* _ACTION ITEM_:
Where a line of the records holds the string "customers", copy that line.

* _EXERCISE MATERIALS_:
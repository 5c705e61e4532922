import type Stripe from 'stripe';
import type { Desk } from '../desk.js';
import { newId } from '../ids.js';
import { buildCheckoutLine } from '../objects/checkout-line.js';
import { buildPrice } from '../objects/price.js';
import { buildProduct } from '../objects/product.js';
import { onShelf } from '../state/book.js';
import { invalid, noSuch } from '../wire/error.js';
import type { CheckoutCreate } from './checkout-params.js';

type Line = CheckoutCreate['line_items'][number];

/** The lines of a session. Errors: 400 for a price that is absent, retired or of the wrong kind for the mode. */
export function checkoutLines(desk: Desk, params: CheckoutCreate): Stripe.LineItem[] {
  return params.line_items.map((line, position) => {
    const path = `line_items[${position}]`;
    const price = priceOf(desk, line, path);
    const wanted = params.mode === 'payment' ? 'one_time' : 'recurring';
    if (price.type !== wanted)
      throw invalid(`Mode ${params.mode} takes ${wanted} prices only.`, `${path}[price]`);
    return buildCheckoutLine({ price, description: productName(desk, price), quantity: line.quantity });
  });
}

function priceOf(desk: Desk, line: Line, path: string): Stripe.Price {
  if ((line.price === undefined) === (line.price_data === undefined)) {
    throw invalid('Give one of these parameters: price, price_data.', path);
  }
  if (line.price_data !== undefined) return priceFor(desk, line.price_data);
  const id = line.price ?? '';
  const price = onShelf(desk.book.prices, id);
  if (price === undefined) throw noSuch('price', id, `${path}[price]`, 400);
  if (!price.active) throw invalid(`Price ${id} is no longer active.`, `${path}[price]`);
  return price;
}

/** A price made for one sale only: kept, but not offered again. */
function priceFor(desk: Desk, data: NonNullable<Line['price_data']>): Stripe.Price {
  const now = desk.now();
  const { name, description } = data.product_data;
  const product = buildProduct({ id: newId('prod_', 14), name, description: description ?? null, now });
  desk.book.products[product.id] = product;
  const price = buildPrice({
    id: newId('price_'),
    product: product.id,
    unitAmountCents: data.unit_amount,
    currency: data.currency,
    interval: null,
    active: false,
    now,
  });
  desk.book.prices[price.id] = price;
  return price;
}

function productName(desk: Desk, price: Stripe.Price): string {
  const product =
    typeof price.product === 'string' ? onShelf(desk.book.products, price.product) : price.product;
  return product !== undefined && 'name' in product ? product.name : price.id;
}
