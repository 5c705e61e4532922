import { NgComponentOutlet } from '@angular/common';
import { ChangeDetectionStrategy, Component, input, resource } from '@angular/core';
import type { Slot } from './slots';

/** Shows what fills a slot, once it is loaded. */
@Component({
  selector: 'bm-slot-outlet',
  imports: [NgComponentOutlet],
  template: `
    @if (filling.hasValue() && filling.value(); as component) {
      <ng-container *ngComponentOutlet="component" />
    }
  `,
  styles: ':host { display: contents; }',
  changeDetection: ChangeDetectionStrategy.OnPush,
})
export class SlotOutlet {
  readonly slot = input.required<Slot | null>();
  protected readonly filling = resource({
    params: () => this.slot() ?? undefined,
    loader: ({ params: load }) => load(),
  });
}
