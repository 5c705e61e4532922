import type Stripe from 'stripe';
import { buildCustomer } from '../objects/customer.js';
import { onShelf } from '../state/book.js';
import { call, expandable, type Call } from '../wire/call.js';
import { noSuch } from '../wire/error.js';
import { mergeMetadata, metadata } from '../wire/metadata.js';
import { email, text } from '../wire/scalars.js';
import { fields, may, type Names } from '../wire/spec.js';

const create = call({
  method: 'post',
  path: '/v1/customers',
  params: fields({
    description: may(text()),
    email: may(email()),
    metadata: may(metadata()),
    name: may(text(256)),
    phone: may(text(20)),
    ...expandable,
  } satisfies Names<Stripe.CustomerCreateParams>),
  run(desk, params) {
    const customer = buildCustomer({
      description: params.description ?? null,
      email: params.email ?? null,
      metadata: mergeMetadata({}, params.metadata),
      name: params.name ?? null,
      phone: params.phone ?? null,
      now: desk.now(),
    });
    desk.book.customers[customer.id] = customer;
    return customer;
  },
});

const retrieve = call({
  method: 'get',
  path: '/v1/customers/:id',
  params: fields({ ...expandable } satisfies Names<Stripe.CustomerRetrieveParams>),
  run(desk, _params, id) {
    const customer = onShelf(desk.book.customers, id);
    if (customer === undefined) throw noSuch('customer', id, 'id', 404);
    return customer;
  },
});

export const customerCalls: Call[] = [create, retrieve];
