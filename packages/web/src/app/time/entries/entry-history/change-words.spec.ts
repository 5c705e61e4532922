import type { TimeEntryFacts } from '@bookmatch/common/time/time-contract';
import { changeWords } from './change-words';

const zone = 'America/New_York';
const before: TimeEntryFacts = {
  ...{ jobId: 'a', operationId: 'b', kind: 'work', note: '' },
  ...{ startedAt: '2027-01-12T14:31:00.000Z', endedAt: '2027-01-12T22:00:00.000Z' },
};

describe('what a correction did', () => {
  it.each<[string, Partial<TimeEntryFacts>, string]>([
    [
      'an end',
      { endedAt: '2027-01-12T20:15:00.000Z' },
      'End: Tue, Jan 12, 2027, 5:00 pm → Tue, Jan 12, 2027, 3:15 pm',
    ],
    ['a kind', { kind: 'meal-break' }, 'Kind: work → meal break'],
    ['a note', { note: 'Truck' }, 'Note: empty → Truck'],
    ['a job', { jobId: 'c' }, 'It was put on another job.'],
    ['an operation', { operationId: null }, 'It was put on another operation.'],
  ])('is told of %s', (_, changed, words) => {
    expect(changeWords({ before, after: { ...before, ...changed } }, zone)).toEqual([words]);
  });

  it('is told of an entry that was open, added or voided', () => {
    const open = { ...before, endedAt: null };
    expect(changeWords({ before: open, after: before }, zone)).toEqual([
      'End: open → Tue, Jan 12, 2027, 5:00 pm',
    ]);
    expect(changeWords({ before: null, after: before }, zone)).toEqual(['The entry was added.']);
    expect(changeWords({ before, after: null }, zone)).toEqual(['The entry was voided.']);
  });
});
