/** Where most shops are, under the names people use for their time. */
export const HOME_ZONES: readonly { zone: string; name: string }[] = [
  { zone: 'America/New_York', name: 'Eastern' },
  { zone: 'America/Chicago', name: 'Central' },
  { zone: 'America/Denver', name: 'Mountain' },
  { zone: 'America/Phoenix', name: 'Mountain, without daylight saving (Arizona)' },
  { zone: 'America/Los_Angeles', name: 'Pacific' },
  { zone: 'America/Anchorage', name: 'Alaska' },
  { zone: 'Pacific/Honolulu', name: 'Hawaii' },
];

/** All the others that this browser knows. */
export function otherZones(): string[] {
  const home = new Set(HOME_ZONES.map(({ zone }) => zone));
  return Intl.supportedValuesOf('timeZone').filter((zone) => !home.has(zone));
}

/** The zone this browser is in, if it is a place; Eastern for one that only knows universal time. */
export function likelyZone(zone = new Intl.DateTimeFormat().resolvedOptions().timeZone): string {
  const offered = [...HOME_ZONES.map((home) => home.zone), ...otherZones()];
  return offered.includes(zone) ? zone : 'America/New_York';
}
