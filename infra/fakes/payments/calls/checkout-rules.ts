import type Stripe from 'stripe';
import type { Desk } from '../desk.js';
import { onShelf } from '../state/book.js';
import { ApiError, invalid, noSuch } from '../wire/error.js';
import type { CheckoutCreate } from './checkout-params.js';

const LEAST_CENTS = 50;
const MOST_CENTS = 99_999_999;
const LEAST_LIFE_SECONDS = 30 * 60;
const MOST_LIFE_SECONDS = 24 * 60 * 60;
const LEAST_TRIAL_SECONDS = 48 * 60 * 60;

/** What the parameters must satisfy together. Errors: 400, and 403 from an account that may not charge. */
export function checkCheckout(desk: Desk, params: CheckoutCreate): void {
  mayCharge(desk);
  checkMode(params);
  checkCustomer(desk, params);
  checkTimes(desk, params);
}

function mayCharge(desk: Desk): void {
  const account = desk.account === null ? undefined : onShelf(desk.state.accounts, desk.account);
  if (account === undefined || account.charges_enabled) return;
  const message = `Account ${account.id} cannot take charges yet: its onboarding is not finished.`;
  throw new ApiError(403, { type: 'invalid_request_error', code: 'account_invalid', message });
}

function checkMode(params: CheckoutCreate): void {
  const stray = params.mode === 'payment' ? 'subscription_data' : 'payment_intent_data';
  if (params[stray] !== undefined) throw invalid(`You can not pass ${stray} in ${params.mode} mode.`, stray);
  if (params.line_items.length === 0) throw invalid('At least one line item is needed.', 'line_items');
}

function checkCustomer(desk: Desk, params: CheckoutCreate): void {
  const { customer } = params;
  if (customer === undefined) return;
  if (params.customer_email !== undefined) {
    throw invalid('Give one of these parameters: customer, customer_email.', 'customer_email');
  }
  if (onShelf(desk.book.customers, customer) === undefined)
    throw noSuch('customer', customer, 'customer', 400);
}

function checkTimes(desk: Desk, params: CheckoutCreate): void {
  const life = (params.expires_at ?? desk.now() + MOST_LIFE_SECONDS) - desk.now();
  if (life < LEAST_LIFE_SECONDS || life > MOST_LIFE_SECONDS) {
    throw invalid('expires_at must be between 30 minutes and 24 hours from now.', 'expires_at');
  }
  const trialEnd = params.subscription_data?.trial_end;
  if (trialEnd !== undefined && trialEnd - desk.now() < LEAST_TRIAL_SECONDS) {
    throw invalid('trial_end must be at least 2 days from now.', 'subscription_data[trial_end]');
  }
}

/** Errors: 400 `amount_too_small` or `amount_too_large` for what a card cannot be charged. */
export function checkTotal(lines: Stripe.LineItem[]): void {
  const total = lines.reduce((sum, line) => sum + line.amount_total, 0);
  if (total < LEAST_CENTS)
    throw invalid('The total must be at least $0.50.', 'line_items', 'amount_too_small');
  if (total > MOST_CENTS)
    throw invalid('The total must be below $1,000,000.00.', 'line_items', 'amount_too_large');
}
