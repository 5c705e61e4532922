import { ChangeDetectionStrategy, Component, computed, inject, input } from '@angular/core';
import type { Correction } from '@bookmatch/common/time/time-contract';
import { DateTextPipe } from '../../../ui/formats/date-text.pipe';
import { SHOP_ZONE } from '../../../ui/formats/shop-settings';
import { changeWords } from './change-words';

/** What was done to an entry afterwards: who, when, why, and what it was before. */
@Component({
  selector: 'bm-entry-history',
  imports: [DateTextPipe],
  template: `
    <h3>History</h3>
    <ol>
      @for (row of rows(); track $index) {
        <li>
          <p>
            <strong>{{ row.correction.by }}</strong>
            <span class="bm-quiet"> {{ row.correction.at | dateText: 'day-and-time' }}</span>
          </p>
          <p>{{ row.correction.reason }}</p>
          @for (words of row.words; track words) {
            <p class="bm-quiet">{{ words }}</p>
          }
        </li>
      }
    </ol>
  `,
  styleUrl: './entry-history.scss',
  changeDetection: ChangeDetectionStrategy.OnPush,
})
export class EntryHistory {
  readonly corrections = input.required<readonly Correction[]>();
  private readonly zone = inject(SHOP_ZONE);
  protected readonly rows = computed(() =>
    this.corrections().map((correction) => ({ correction, words: changeWords(correction, this.zone()) })),
  );
}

* _RESPONSE BELOW_:
  path: '/v1/customers',
    desk.book.customers[customer.id] = customer;
  path: '/v1/customers/:id',
    const customer = onShelf(desk.book.customers, id);
  if (onShelf(desk.book.customers, customer) === undefined)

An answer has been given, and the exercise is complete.